● **Work instruction**
The reply to the records below should contain exactly the lines from the line with "from redact.cli import main" through the line with "key_id = r.stdout.strip()", and nothing besides.
━━ Dataset entries
"""The keygen / verify / inspect / frame-proof / frame-check commands, through click's CliRunner."""

import json
import shutil

import pytest
from click.testing import CliRunner
from test_package import N_FRAMES, SEED, build_package

from redact.cli import main
from redact.provenance import merkle, signing


@pytest.fixture(scope="module")
def pkg(tmp_path_factory):
    root = tmp_path_factory.mktemp("cli")
    signer = signing.Signer.from_seed(SEED)
    p = build_package(root, signer)
    pub = root / "trusted.public.pem"
    pub.write_bytes(signer.public_pem)
    return {**p, "pub": pub, "key_id": signer.key_id, "root": root}


def run(*args, env=None, input=None):
    return CliRunner().invoke(main, [str(a) for a in args], env=env, input=input)


def no_traceback(r):
    assert "Traceback" not in r.stdout + r.stderr
    assert r.exception is None or isinstance(r.exception, SystemExit)  # no uncaught exception


@pytest.mark.parametrize("cmd", ["keygen", "verify", "inspect", "frame-proof", "frame-check"])
def test_help_has_example(cmd):
    r = run(cmd, "--help")
    assert r.exit_code == 0 and "Example" in r.stdout


def test_help_names_passphrase_variable_and_cautions():
    assert "REDACT_KEY_PASSPHRASE" in run("keygen", "--help").stdout
    for cmd in ("verify", "inspect"):
        assert "pseudonymised" in run(cmd, "--help").stdout


def test_keygen_env_passphrase(tmp_path):
    r = run("keygen", "--out-dir", tmp_path, "--name", "k", env={"REDACT_KEY_PASSPHRASE": "s3cret pass phrase"})
    assert r.exit_code == 0, r.stderr
    key_id = r.stdout.strip()
    assert key_id == signing.load_public_key(tmp_path / "k.public.pem").key_id  # RFC 7638 id on stdout only
    assert signing.load_private_key(tmp_path / "k.private.pem", b"s3cret pass phrase").key_id == key_id
    assert "k.private.pem" in r.stderr
    again = run("keygen", "--out-dir", tmp_path, "--name", "k", env={"REDACT_KEY_PASSPHRASE": "another long passphrase"})
    assert again.exit_code == 2 and "already exists" in again.stderr and again.stdout == ""
    no_traceback(again)


def test_keygen_prompts_twice_hidden(tmp_path):
    r = run("keygen", "--out-dir", tmp_path, env={"REDACT_KEY_PASSPHRASE": None}, input="pw one two three\npw one two three\n")
    assert r.exit_code == 0, r.stderr
    assert "pw one two three" not in r.stdout + r.stderr  # hidden input is not echoed
    assert r.stdout.strip() == signing.load_private_key(tmp_path / "redact-signing.private.pem", b"pw one two three").key_id
    empty = run("keygen", "--out-dir", tmp_path / "e", env={"REDACT_KEY_PASSPHRASE": ""})
    assert empty.exit_code == 2 and "empty passphrase" in empty.stderr


def test_verify_valid(pkg):
    r = run("verify", pkg["path"], "--trusted-key", pkg["pub"], "--source", pkg["source"], "--video", pkg["video"])
    assert r.exit_code == 0, r.stdout + r.stderr
    assert r.stdout.startswith("VALID") and pkg["key_id"] in r.stdout
    assert "pseudonymised" in r.stderr
    j = run("verify", pkg["path"], "--trusted-key", pkg["pub"], "--json")
    doc = json.loads(j.stdout)
    assert j.exit_code == 0 and doc["valid"] is True and doc["key_id"] == pkg["key_id"] and doc["findings"] == []


def test_verify_invalid_lists_every_finding(pkg, tmp_path):
    bad = tmp_path / "bad"
    shutil.copytree(pkg["path"], bad)
    (bad / "tracks.json").write_bytes(b"{}")
    (bad / "review.json").unlink()
    (bad / "extra.txt").write_bytes(b"x")
    r = run("verify", bad, "--trusted-key", pkg["pub"])
    assert r.exit_code == 1
    assert r.stdout.startswith("INVALID") and "4 finding(s)" in r.stdout
    for words in ("tracks.json: SHA-256", "tracks.json: size 2 bytes", "review.json: missing", "extra.txt: unexpected"):
        assert words in r.stdout
    j = run("verify", bad, "--trusted-key", pkg["pub"], "--json")
    doc = json.loads(j.stdout)
    assert j.exit_code == 1 and doc["valid"] is False and len(doc["findings"]) == 4


def test_verify_other_source_fails(pkg, tmp_path):
    other = tmp_path / "other.mp4"
    other.write_bytes(b"not the source")
    r = run("verify", pkg["path"], "--trusted-key", pkg["pub"], "--source", other)
    assert r.exit_code == 1 and "source:" in r.stdout


def test_verify_untrusted_key(pkg, tmp_path):
    other = tmp_path / "other.pem"
    other.write_bytes(signing.Signer.from_seed(bytes(32)).public_pem)
    r = run("verify", pkg["path"], "--trusted-key", other)
    assert r.exit_code == 1 and "does not verify with any trusted key" in r.stdout


def test_verify_usage_errors(pkg, tmp_path):
    r = run("verify", pkg["path"])
    assert r.exit_code == 2 and "--trusted-key" in r.stderr  # no trusted key: usage error, never a pass
    junk = tmp_path / "junk.pem"
    junk.write_bytes(b"junk")
    r = run("verify", pkg["path"], "--trusted-key", junk)
    assert r.exit_code == 2 and r.stderr.startswith("error:") and r.stdout == ""
    no_traceback(r)
    r = run("verify", tmp_path / "missing", "--trusted-key", pkg["pub"])
    assert r.exit_code == 2


def test_inspect(pkg):
    r = run("inspect", pkg["path"], "--trusted-key", pkg["pub"], "--json")
    assert r.exit_code == 0, r.stderr
    doc = json.loads(r.stdout)
    assert doc["verified"] and doc["counts"] == {"frames": 6, "people": 10, "detections": 10, "predicted": 0,
                                                 "tracks": 2, "fault_frames": 1}
    # the one shape of a flagged range, as review.json holds it
    assert doc["flagged"] == [{"frames": [4, 5], "seconds": [0.16, 0.2], "reasons": ["track lost"],
                               "explained": ["track lost"]}]
    t = run("inspect", pkg["path"])
    assert t.exit_code == 0 and "NOT VERIFIED" in t.stderr and "unverified" in t.stdout
    assert "frames 4-5 (0.16-0.20 s): track lost" in t.stdout and "test-model" in t.stdout


def test_inspect_with_wrong_key_fails(pkg, tmp_path):
    other = tmp_path / "other.pem"
    other.write_bytes(signing.Signer.from_seed(bytes(32)).public_pem)
    r = run("inspect", pkg["path"], "--trusted-key", other)
    assert r.exit_code == 1 and "does not verify" in r.stderr


def test_frame_proof_and_check(pkg, tmp_path):
    out = tmp_path / "f3.proof.json"
    r = run("frame-proof", pkg["path"], "--trusted-key", pkg["pub"], "--frame", 3, "--out", out)
    assert r.exit_code == 0, r.stderr
    proof = merkle.FrameProof.from_json(out.read_bytes())
    assert proof.frame == 3 and proof.size == N_FRAMES and proof.leaf == pkg["digests"][3]
    ok = run("frame-check", out, "--package", pkg["path"], "--trusted-key", pkg["pub"], "--frame-digest", pkg["digests"][3].hex())
    assert ok.exit_code == 0 and ok.stdout.startswith("VALID")
    root_hex = merkle.root(pkg["digests"]).hex()
    assert run("frame-check", out, "--root", root_hex).exit_code == 0
    wrong = run("frame-check", out, "--root", root_hex, "--frame-digest", pkg["digests"][2].hex(), "--json")
    assert wrong.exit_code == 1 and json.loads(wrong.stdout)["valid"] is False
    # an altered audit path fails (RFC 9162 §2.1.3.2)
    doc = json.loads(out.read_bytes())
    doc["path"][0] = "00" * 32
    bad = tmp_path / "bad.json"
    bad.write_text(json.dumps(doc))
    r = run("frame-check", bad, "--package", pkg["path"], "--trusted-key", pkg["pub"])
    assert r.exit_code == 1 and "audit path" in r.stdout
    # refusals: existing output, frame out of range, neither --package nor --root
    assert run("frame-proof", pkg["path"], "--trusted-key", pkg["pub"], "--frame", 1, "--out", out).exit_code == 2
    r = run("frame-proof", pkg["path"], "--trusted-key", pkg["pub"], "--frame", N_FRAMES, "--out", tmp_path / "x.json")
    assert r.exit_code == 2 and "does not exist" in r.stderr and not (tmp_path / "x.json").exists()
    assert run("frame-check", out).exit_code == 2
━━━━
● **Answer box**
from redact.cli import main
from redact.provenance import merkle, signing


@pytest.fixture(scope="module")
def pkg(tmp_path_factory):
    root = tmp_path_factory.mktemp("cli")
    signer = signing.Signer.from_seed(SEED)
    p = build_package(root, signer)
    pub = root / "trusted.public.pem"
    pub.write_bytes(signer.public_pem)
    return {**p, "pub": pub, "key_id": signer.key_id, "root": root}


def run(*args, env=None, input=None):
    return CliRunner().invoke(main, [str(a) for a in args], env=env, input=input)


def no_traceback(r):
    assert "Traceback" not in r.stdout + r.stderr
    assert r.exception is None or isinstance(r.exception, SystemExit)  # no uncaught exception


@pytest.mark.parametrize("cmd", ["keygen", "verify", "inspect", "frame-proof", "frame-check"])
def test_help_has_example(cmd):
    r = run(cmd, "--help")
    assert r.exit_code == 0 and "Example" in r.stdout


def test_help_names_passphrase_variable_and_cautions():
    assert "REDACT_KEY_PASSPHRASE" in run("keygen", "--help").stdout
    for cmd in ("verify", "inspect"):
        assert "pseudonymised" in run(cmd, "--help").stdout


def test_keygen_env_passphrase(tmp_path):
    r = run("keygen", "--out-dir", tmp_path, "--name", "k", env={"REDACT_KEY_PASSPHRASE": "s3cret pass phrase"})
    assert r.exit_code == 0, r.stderr
    key_id = r.stdout.strip()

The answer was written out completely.